В 22.00 30 июня гидрографическое судно «Грунт» вышло из Севастополя, имея на борту 12 человек команды и 16 эвакуиро­ванных. В пути следования были атакованы авиацией противника. Вынуждены были зайти в турецкий порт Синоп, где получили уголь и 7 июля прибыли в Батуми158.

Ночью 1 июля для эвакуации раненых и летно-технического состава Херсонесского аэродрома прилетела группа гидросамоле­тов авиации Черноморского флота: четырехмоторный «Чайка», ГСТ-9 и десять самолетов МБР. Гидросамолет ГСТ-9 после того как отбомбился по наземным целям противника в Севастополе, сел как и «Чайка» в бухте Казачьей. На борт «Чайки» было приня­то 40 человек, на ГСТ-9 26 раненых и медработников во главе с военврачом 2-го ранга Корнеевым и командиром 12-й авиабазы капитаном Пустыльником. «Чайка» долетела нормально, а ГСТ-9 из-за поломки двигателя сел на воду, примерно в 30 милях от Феодосии. Утром 2 июля в 11 часов дня самолет был обнаружен возвращающимся из Севастополя БТЩ «Щит», на борт которого было принято 33 человека с аварийного самолета, который был отбуксирован в Геленджик159.

В ночь на 1 июля 1942 года бомбардировщики ВВС Красной армии с составе восьми ДБ-3 и девяти СБ бомбили войска про­тивника, а также ведущие огонь вражеские батареи на Севасто­польском фронте. Авиация Черноморского флота в эту ночь совер­шила 32 боевых вылета и нанесла бомбовые удары по позициям противника в Севастополе160.
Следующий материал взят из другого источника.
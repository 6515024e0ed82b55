import { useRef, type KeyboardEvent } from 'react';
import type { CandidateWell } from '../../contracts/candidate';
import { celsius } from '../charts/buildArrheniusOption';
import { temperatureTints } from '../temperatureTints';
import { WellDisc } from '../WellDisc';
import { percent } from './figures';
import { wellBeside, type WellGroup } from './wellGroups';

export interface WellChooserProps {
  groups: readonly WellGroup[];
  chosen: string;
  onChoose: (wellId: string) => void;
}

/** Temperatures side by side, their replicates below each other; one stop for the Tab key. */
export function WellChooser({ groups, chosen, onChoose }: WellChooserProps) {
  const box = useRef<HTMLDivElement>(null);
  const tintOf = temperatureTints(groups.map(({ temperatureK }) => temperatureK));
  const onKeyDown = (event: KeyboardEvent) => {
    const next = wellBeside(groups, chosen, event.key);
    if (next === null) return;
    event.preventDefault();
    onChoose(next);
    box.current?.querySelector<HTMLElement>(`[data-well="${CSS.escape(next)}"]`)?.focus();
  };
  return (
    <div
      ref={box}
      role="radiogroup"
      aria-label="Wells by temperature"
      onKeyDown={onKeyDown}
      className="flex flex-wrap gap-x-6 gap-y-3"
    >
      {groups.map(({ temperatureK, wells }) => (
        <div key={temperatureK} role="presentation" className="shrink-0">
          <p className="text-quiet mb-1 text-[13px] tabular-nums">{celsius(temperatureK)}</p>
          <div role="presentation" className="flex gap-1">
            {wells.map((well) => (
              <WellRadio
                key={well.wellId}
                well={well}
                tint={tintOf(temperatureK)}
                checked={well.wellId === chosen}
                onChoose={onChoose}
              />
            ))}
          </div>
        </div>
      ))}
    </div>
  );
}

function WellRadio({
  well,
  tint,
  checked,
  onChoose,
}: {
  well: CandidateWell;
  tint: string;
  checked: boolean;
  onChoose: (wellId: string) => void;
}) {
  const { analysis } = well;
  const conversion = analysis.verdict === 'unusable' ? null : analysis.conversion;
  const name =
    `${well.plate}, ${well.position}, ${celsius(well.temperatureK)}` +
    (well.replicate === null ? '' : `, replicate ${well.replicate}`) +
    (conversion === null ? ', no conversion' : `, ${percent(conversion)} converted`);
  return (
    <button
      type="button"
      role="radio"
      aria-checked={checked}
      aria-label={name}
      title={name}
      tabIndex={checked ? 0 : -1}
      data-well={well.wellId}
      onClick={() => onChoose(well.wellId)}
      className={`focus-visible:outline-accent flex min-h-12 min-w-11 cursor-pointer flex-col items-center rounded-[3px] border-b-2 px-1 pt-1 text-[12px] leading-4 focus-visible:outline-2 ${
        checked
          ? 'border-accent text-ink font-semibold'
          : 'text-quiet hover:text-ink border-transparent'
      }`}
    >
      <WellDisc
        conversion={conversion}
        tint={tint}
        ringed={analysis.verdict === 'forced'}
        size={24}
      />
      {well.position}
    </button>
  );
}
Между тем вечером 30 июня начальник штаба Черноморского флота контр-адмирал И. Д. Ели­сеев, выполняя приказ Команду­ющего Северо-Кавказским фрон­том, распорядился о срочной от­правке в Севастополь для эвакуа­ции всех находящихся в строю малых кораблей — сторожевых катеров, тральщиков и подводных лодок. В соответствии с этим рас­поряжением 1 июля в 1 час 30 минут от 4-й пристани холодиль­ника в Новороссийске, где бази­ровались сторожевые катера 4-го дивизиона Новороссийской воен­но-морской базы (как это запи­сано в вахтенном журнале приста­ни, авт.), экстренно вышел в Се­вастополь первый отряд стороже­вых катеров — морских охотников в составе СКА-0115, СКА-078, СКА-052 под командой командира звена старшего лейтенанта А. П. Скляра161. Вслед за ними в 03.45 из Новороссийска в Севастополь вышли поочередно двумя группами быстроходные тральщики «Щит» (борт. № 14) и Т-16 (борт. № 16), а также БТЩ «Защитник (борт. № 26) и «Взрыв» (борт № 24) с грузом боеприпасов и про­довольствия162.

В 7.00 этого же утра в Севастополь от той же 4-й пристани холодильника снялся отряд сторожевых катеров под командой ко­мандира 1-го звена, 1-го дивизиона морских охотников капитан-лейтенанта Д. А. Глухова в составе: СКА-028, СКА-029 (флагман­ский), СКА-046, СКА-071, СКА-088. Одновременно с ними от той же пристани снялись на Севастополь сторожевые катера СКА-0124 и СКА-0112 под командой командира 4-го дивизиона капи­тан-лейтенанта А. И. Захарова, которые шли за генералом Новико­вым и его штабом согласно указанию, Октябрьского Елисееву, переданному, вечером 30 июня из ФКП СОРа в Севастополе пос­ле заседания Военного совета163.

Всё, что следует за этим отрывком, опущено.